Detailed Description:

Currently, there is no standard treatment for patients with recurrent or refractory peripheral T-cell lymphoma who relapse after a first line of cyclophosphamide, hydroxydaunomycin, oncovin, and prednisone (CHOP) treatment.

Chemotherapies such as gemcitabine are used as monotherapy but the results alone are insufficient. In addition, there is no approved monotherapy in the European Union, with the exception of brentuximab vedotin in refractory or recurrent large systemic anaplastic lymphomas.

Stem cell transplantation may be an option for patients who respond to a second line of treatment or a subsequent line of treatment, but conditions for being eligible for transplantation, including long-term remission, are infrequent.

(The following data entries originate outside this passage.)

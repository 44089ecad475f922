"""The demo's measures and views: they parse, bind without warnings, are all described, and
together use every construct of the measure language (LANGUAGE.md section 2)."""

from __future__ import annotations

from collections.abc import Iterator
from pathlib import Path

import pytest

from demo.constructs import REQUIRED, features, nodes
from measureport.demo.writer import demo_source
from measureport.language import ast
from measureport.language.parser import parse_measures
from measureport.workspace import Workspace

EXAMPLE_MODEL = Path(__file__).resolve().parents[2] / "examples" / "bikeshare" / "model.yaml"
FILE_HEADER = "The measures of the bike-share demo network"


@pytest.fixture(scope="module")
def measure_file() -> ast.MeasureFile:
    return parse_measures(demo_source("bikeshare.measures"), "bikeshare.measures")


@pytest.fixture(scope="module")
def workspace() -> Iterator[Workspace]:
    with Workspace.open(EXAMPLE_MODEL) as opened:
        yield opened


def test_the_measures_together_use_every_construct(measure_file: ast.MeasureFile) -> None:
    used: set[str] = set()
    for definition in measure_file.measures:
        used |= features(definition.expr)
    assert REQUIRED - used == set()


def test_the_feature_finder_sees_a_construct_only_where_it_is() -> None:
    # The finder above decides this test module's verdict, so check it on two tiny measures.
    text = "measure a = sum(rides.fare)\nmeasure b = a / (a given clear stations)\n"
    first, second = parse_measures(text, "<test>").measures
    assert features(first.expr) == {"sum(column)"}
    assert features(second.expr) == {"clear t", "share of total"}


def test_there_are_about_twenty_measures_each_described(measure_file: ast.MeasureFile) -> None:
    assert 20 <= len(measure_file.measures) <= 32
    for definition in measure_file.measures:
        assert definition.description, f"measure {definition.name} has no comment above it"
        assert FILE_HEADER not in definition.description


def test_a_measure_spans_two_fact_tables(measure_file: ast.MeasureFile) -> None:
    by_name = {d.name: d.expr for d in measure_file.measures}

    def tables(name: str, seen: frozenset[str] = frozenset()) -> set[str]:
        found: set[str] = set()
        for node in nodes(by_name[name]):
            if isinstance(node, ast.ColumnRef | ast.TableRef):
                found.add(node.table)
            elif isinstance(node, ast.Name) and node.name in by_name and node.name not in seen:
                found |= tables(node.name, seen | {name})
        return found

    assert any({"rides", "maintenance"} <= tables(name) for name in by_name)


def test_every_measure_binds_without_warnings(workspace: Workspace, measure_file: ast.MeasureFile) -> None:
    assert set(workspace.measure_names) == {d.name for d in measure_file.measures}
    assert [w.render() for w in workspace.bound.warnings] == []


def test_the_model_has_three_or_four_views_with_filters(workspace: Workspace) -> None:
    views = workspace.model.views
    assert 3 <= len(views) <= 4
    assert any(view.where for view in views.values())
    for name in views:
        query = workspace.view_query(name)
        assert query.measures == views[name].measures


def test_the_shipped_files_are_the_example_files() -> None:
    folder = EXAMPLE_MODEL.parent
    for name in ("model.yaml", "bikeshare.measures"):
        assert (folder / name).read_text(encoding="utf-8") == demo_source(name)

Brentuximab vedotin (BV) is a targeted treatment directed against a protein, cluster of differentiation antigen 30 (CD30), present on the surface of lymphoma cells. It allows chemotherapy to enter directly into the lymphoma cell. The CD30 protein is variably expressed in patients with relapsed or refractory T-cell lymphoma; about 50% of patients have significant expression.

Data from clinical studies with brentuximab vedotin suggest that the addition of this treatment to gemcitabine may be more successful than gemcitabine alone.

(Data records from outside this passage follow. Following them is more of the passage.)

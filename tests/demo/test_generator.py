"""The demo data generator: deterministic, the promised sizes, keys, orphans, nulls and patterns.

All data here is the demo's invented bike-share network.
"""

from __future__ import annotations

import time
from pathlib import Path

import duckdb
import pyarrow.csv as pacsv
import pyarrow.parquet as pq
import pytest

from measureport.demo import catalog
from measureport.demo.generator import TABLES, generate_data
from measureport.errors import MeasureportError

SMALL_RIDES = 20_000  # what the demo_data fixture asks for


def scalar(con: duckdb.DuckDBPyConnection, sql: str) -> object:
    """The single value a query returns."""
    row = con.execute(sql).fetchone()
    assert row is not None
    return row[0]


def _file_bytes(folder: Path) -> dict[str, bytes]:
    return {p.name: p.read_bytes() for p in sorted((folder / "data").iterdir())}


def test_same_seed_gives_the_same_files(tmp_path: Path) -> None:
    generate_data(tmp_path / "a", rides=3_000, seed=11)
    generate_data(tmp_path / "b", rides=3_000, seed=11)
    assert _file_bytes(tmp_path / "a") == _file_bytes(tmp_path / "b")


def test_another_seed_gives_other_rides(tmp_path: Path) -> None:
    generate_data(tmp_path / "a", rides=3_000, seed=11)
    generate_data(tmp_path / "b", rides=3_000, seed=12)
    a, b = _file_bytes(tmp_path / "a"), _file_bytes(tmp_path / "b")
    assert a["rides.csv"] != b["rides.csv"]
    # The registers are fixed, not drawn: they do not depend on the seed.
    assert a["stations.csv"] == b["stations.csv"]


def test_returned_sizes_are_the_rows_written(demo_data: tuple[Path, dict[str, int]],
                                             demo_db: duckdb.DuckDBPyConnection) -> None:
    out, sizes = demo_data
    assert tuple(sizes) == TABLES
    assert sizes["rides"] == SMALL_RIDES
    for table, rows in sizes.items():
        assert scalar(demo_db, f"SELECT count(*) FROM {table}") == rows
        # one header line, then one line per row
        lines = (out / "data" / f"{table}.csv").read_bytes().count(b"\n")
        assert lines == rows + 1


def test_calendar_covers_2024_and_2025_day_by_day(demo_db: duckdb.DuckDBPyConnection) -> None:
    # 2024 is a leap year: 366 + 365 = 731 days.
    assert scalar(demo_db, "SELECT count(DISTINCT day) FROM calendar") == 731
    assert str(scalar(demo_db, "SELECT min(day) FROM calendar")) == "2024-01-01"
    assert str(scalar(demo_db, "SELECT max(day) FROM calendar")) == "2025-12-31"
    # 2024-03-01 was a Friday (ISO weekday 5), in the first quarter.
    row = demo_db.execute(
        "SELECT year, quarter, month, month_number, weekday, weekday_number, is_weekend "
        "FROM calendar WHERE day = DATE '2024-03-01'").fetchone()
    assert row == (2024, "2024-Q1", "2024-03", 3, "Fri", 5, False)
    # 2025-03-02 was a Sunday.
    assert scalar(demo_db, "SELECT is_weekend FROM calendar WHERE day = DATE '2025-03-02'") is True


@pytest.mark.parametrize(("table", "key"), [
    ("stations", "station_id"), ("districts", "district_id"), ("bikes", "bike_id"),
    ("plans", "plan_id"), ("calendar", "day"), ("rides", "ride_id"), ("maintenance", "job_id"),
])
def test_keys_are_unique_and_not_null(demo_db: duckdb.DuckDBPyConnection, table: str, key: str) -> None:
    rows = scalar(demo_db, f"SELECT count(*) FROM {table}")
    assert scalar(demo_db, f"SELECT count(DISTINCT {key}) FROM {table}") == rows


@pytest.mark.parametrize(("many", "column", "one", "key"), [
    ("rides", "station_id", "stations", "station_id"),
    ("rides", "bike_id", "bikes", "bike_id"),
    ("maintenance", "bike_id", "bikes", "bike_id"),
    ("stations", "district_id", "districts", "district_id"),
])
def test_orphan_keys_are_present(demo_db: duckdb.DuckDBPyConnection, many: str, column: str,
                                 one: str, key: str) -> None:
    orphans = scalar(demo_db, f"SELECT count(*) FROM {many} WHERE {column} NOT IN (SELECT {key} FROM {one})")
    assert isinstance(orphans, int)
    assert orphans > 0


def test_orphans_are_few(demo_db: duckdb.DuckDBPyConnection) -> None:
    # A handful, not a flood: under 1 % of rides (the festival station and the loan bikes).
    unknown = scalar(demo_db, "SELECT count(*) FROM rides "
                     "WHERE station_id NOT IN (SELECT station_id FROM stations) "
                     "OR bike_id NOT IN (SELECT bike_id FROM bikes)")
    assert isinstance(unknown, int)
    assert 0 < unknown < SMALL_RIDES / 100


def test_every_ride_has_its_plan_and_day(demo_db: duckdb.DuckDBPyConnection) -> None:
    assert scalar(demo_db, "SELECT count(*) FROM rides WHERE plan_id NOT IN (SELECT plan_id FROM plans)") == 0
    assert scalar(demo_db, "SELECT count(*) FROM rides WHERE day NOT IN (SELECT day FROM calendar)") == 0


@pytest.mark.parametrize(("table", "column"), [
    ("rides", "distance_km"), ("rides", "payment"), ("rides", "rating"), ("stations", "capacity"),
    ("bikes", "commissioned"), ("maintenance", "cost"), ("maintenance", "station_id"),
])
def test_some_values_are_null(demo_db: duckdb.DuckDBPyConnection, table: str, column: str) -> None:
    nulls = scalar(demo_db, f"SELECT count(*) FROM {table} WHERE {column} IS NULL")
    assert isinstance(nulls, int)
    assert nulls > 0


@pytest.mark.parametrize(("table", "column"), [
    ("rides", "station_id"), ("rides", "bike_id"), ("rides", "plan_id"), ("rides", "day"),
    ("rides", "fare"), ("rides", "duration_min"), ("maintenance", "day"), ("maintenance", "bike_id"),
])
def test_required_values_are_never_null(demo_db: duckdb.DuckDBPyConnection, table: str, column: str) -> None:
    assert scalar(demo_db, f"SELECT count(*) FROM {table} WHERE {column} IS NULL") == 0


def test_summer_is_busier_than_winter_and_2025_than_2024(demo_db: duckdb.DuckDBPyConnection) -> None:
    by_month = dict(demo_db.execute(
        "SELECT month(day), count(*) FROM rides GROUP BY 1").fetchall())
    assert by_month[7] > 1.5 * by_month[1]
    by_year = dict(demo_db.execute("SELECT year(day), count(*) FROM rides GROUP BY 1").fetchall())
    assert by_year[2025] > by_year[2024]


def test_weekdays_peak_at_commuting_hours(demo_db: duckdb.DuckDBPyConnection) -> None:
    rows = demo_db.execute(
        "SELECT is_weekend, start_hour, count(*) FROM rides JOIN calendar USING (day) GROUP BY 1, 2"
    ).fetchall()
    count = {(weekend, hour): n for weekend, hour, n in rows}
    assert count[(False, 8)] > count[(False, 13)]
    assert count[(True, 13)] > count[(True, 8)]


def test_electric_bikes_ride_longer_and_farther(demo_db: duckdb.DuckDBPyConnection) -> None:
    rows = dict((electric, (minutes, km)) for electric, minutes, km in demo_db.execute(
        "SELECT is_electric, avg(duration_min), avg(distance_km) FROM rides JOIN bikes USING (bike_id) "
        "GROUP BY 1").fetchall())
    assert rows[True][0] > rows[False][0]
    assert rows[True][1] > rows[False][1]


def test_central_districts_draw_more_rides_than_outer_ones(demo_db: duckdb.DuckDBPyConnection) -> None:
    rows = dict(demo_db.execute(
        "SELECT zone, count(*) FROM rides JOIN stations USING (station_id) "
        "JOIN districts USING (district_id) GROUP BY 1").fetchall())
    assert rows["central"] > rows["inner"] > rows["outer"]


def test_no_ride_before_its_station_opened_or_bike_commissioned(demo_db: duckdb.DuckDBPyConnection) -> None:
    assert scalar(demo_db, "SELECT count(*) FROM rides JOIN stations USING (station_id) "
                  "WHERE day < opened") == 0
    assert scalar(demo_db, "SELECT count(*) FROM rides JOIN bikes USING (bike_id) "
                  "WHERE day < commissioned") == 0
    # The Airfield Terminal opened on 2025-06-16, inside the data, so it has rides from then on.
    first = scalar(demo_db, "SELECT min(day) FROM rides JOIN stations USING (station_id) "
                   "WHERE name = 'Airfield Terminal'")
    assert str(first) >= "2025-06-16"


def test_the_network_is_closed_on_christmas_day(demo_db: duckdb.DuckDBPyConnection) -> None:
    assert scalar(demo_db, "SELECT count(*) FROM rides WHERE month(day) = 12 AND day(day) = 25") == 0


def test_the_pop_up_station_only_has_festival_rides(demo_db: duckdb.DuckDBPyConnection) -> None:
    first, last = demo_db.execute(
        f"SELECT min(day), max(day) FROM rides WHERE station_id = {catalog.UNREGISTERED_STATION_ID}"
    ).fetchone() or (None, None)
    assert str(first) >= "2025-07-10"
    assert str(last) <= "2025-07-20"


def test_maintenance_happens_on_weekdays(demo_db: duckdb.DuckDBPyConnection) -> None:
    assert scalar(demo_db, "SELECT count(*) FROM maintenance JOIN calendar USING (day) WHERE is_weekend") == 0


def test_fares_follow_the_price_list(demo_db: duckdb.DuckDBPyConnection) -> None:
    # Pay as you go on a classic bike: 1.00 to unlock plus 0.15 a minute (catalog's price list).
    wrong = scalar(demo_db, "SELECT count(*) FROM rides JOIN bikes USING (bike_id) "
                   "WHERE plan_id = 1 AND NOT is_electric AND fare <> 1.00 + 0.15 * duration_min")
    assert wrong == 0
    # Annual members on a classic bike ride 45 minutes free, then pay 0.10 a minute.
    wrong = scalar(demo_db, "SELECT count(*) FROM rides JOIN bikes USING (bike_id) "
                   "WHERE plan_id = 3 AND NOT is_electric AND fare <> 0.10 * greatest(duration_min - 45, 0)")
    assert wrong == 0


def test_parquet_holds_the_same_rows_as_csv(tmp_path: Path) -> None:
    generate_data(tmp_path / "csv", rides=2_000, seed=3)
    generate_data(tmp_path / "pq", rides=2_000, seed=3, fmt="parquet")
    for table in TABLES:
        from_parquet = pq.read_table(tmp_path / "pq" / "data" / f"{table}.parquet")
        # Read the CSV with the Parquet file's column types, so decimals and dates compare as such.
        from_csv = pacsv.read_csv(
            tmp_path / "csv" / "data" / f"{table}.csv",
            convert_options=pacsv.ConvertOptions(column_types=from_parquet.schema, strings_can_be_null=True),
        )
        assert from_csv.equals(from_parquet), table
    fare = pq.read_schema(tmp_path / "pq" / "data" / "rides.parquet").field("fare")
    assert str(fare.type) == "decimal128(8, 2)"


def test_unknown_format_is_refused(tmp_path: Path) -> None:
    with pytest.raises(MeasureportError, match="csv or parquet"):
        generate_data(tmp_path, rides=10, fmt="xlsx")


def test_at_least_one_ride_is_needed(tmp_path: Path) -> None:
    with pytest.raises(MeasureportError, match="at least one ride"):
        generate_data(tmp_path, rides=0)


@pytest.mark.slow
def test_five_million_rides_in_reasonable_time(tmp_path: Path) -> None:
    started = time.perf_counter()
    sizes = generate_data(tmp_path, rides=5_000_000, fmt="parquet")
    elapsed = time.perf_counter() - started
    assert sizes["rides"] == 5_000_000
    assert pq.read_metadata(tmp_path / "data" / "rides.parquet").num_rows == 5_000_000
    # About 20 s on a 2-core machine; allow slack for slower ones.
    assert elapsed < 120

The main hypothesis is a 15% increase in responder patients after 4 cycles of treatment with brentuximab vedotin and gemcitabine. The main objective of the study is therefore to determine the overall response rate after 4 cycles of treatment according to the criteria of Lugano 2014 (response based on CT-scan).

The secondary objectives will focus on the efficacy of brentuximab vedotin: complete response rate, response time for responder patients, time to failure of treatment, time to next treatment and overall survival, efficacy of brentuximab vedotin maintenance: survival progression-free, response time, overall survival, overall response rate based on positron emission tomography (PET)-scan and brentuximab vedotin toxicity in patients treated with gemcitabine and in maintenance therapy.

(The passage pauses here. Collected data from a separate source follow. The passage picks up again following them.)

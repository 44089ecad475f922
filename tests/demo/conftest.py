"""Shared fixtures for the demo tests: one generated copy of the demo data per session."""

from __future__ import annotations

from pathlib import Path

import duckdb
import pytest

from measureport.demo.generator import generate_data

SMALL_RIDES = 20_000  # the size of examples/bikeshare


@pytest.fixture(scope="session")
def demo_data(tmp_path_factory: pytest.TempPathFactory) -> tuple[Path, dict[str, int]]:
    """The demo data with the default seed, written once: (folder, row counts returned)."""
    out = tmp_path_factory.mktemp("bikeshare")
    return out, generate_data(out, rides=SMALL_RIDES)


@pytest.fixture(scope="session")
def demo_db(demo_data: tuple[Path, dict[str, int]]) -> duckdb.DuckDBPyConnection:
    """A DuckDB connection with one view per demo table, read from the generated CSV files."""
    out, sizes = demo_data
    con = duckdb.connect()
    for table in sizes:
        path = out / "data" / f"{table}.csv"
        con.execute(f"CREATE VIEW {table} AS SELECT * FROM read_csv('{path}')")
    return con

The duration of the study is estimated to be 4.5 years including follow-up with an estimated recruitment period of 1.5 years. 70 patients will be enrolled.

Study Design

• Study Type: Interventional (Clinical Trial)
• Actual Enrollment: 71 participants
• Allocation: N/A
• Intervention Model: Single Group Assignment
• Intervention Model Description: This study is an open label, multicenter phase 2 study. Patients treated with gemcitabine will receive brentuximab vedotin (GBv) for 4 cycles of induction.
• Masking: None (Open Label)
• Primary Purpose: Treatment
• Official Title: A Phase II Study of Brentuximab Vedotin in Patients With Relapsed or Refractory Peripheral T-cell Lymphoma Treated With Gemcitabine Followed by Brentuximab Vedotin Maintenance
• Actual Study Start Date: April 10, 2018
• Actual Primary Completion Date: January 31, 2020
• Actual Study Completion Date: October 8, 2022

Arms and Interventions

Arm

Intervention/treatment

Experimental: Experimental; Patients treated with gemcitabine will receive Brentuximab Vedotin-induction for 4 cycles of induction. Patients who will obtain partial or complete response and who will be eligible for transplant will receive autologous or allogeneic stem cell transplantation. Patients who will obtain partial or complete response and who will not be eligible for transplant will receive maintenance therapy with Brentuximab Vedotin-maintenance every 3 weeks for 12 infusions.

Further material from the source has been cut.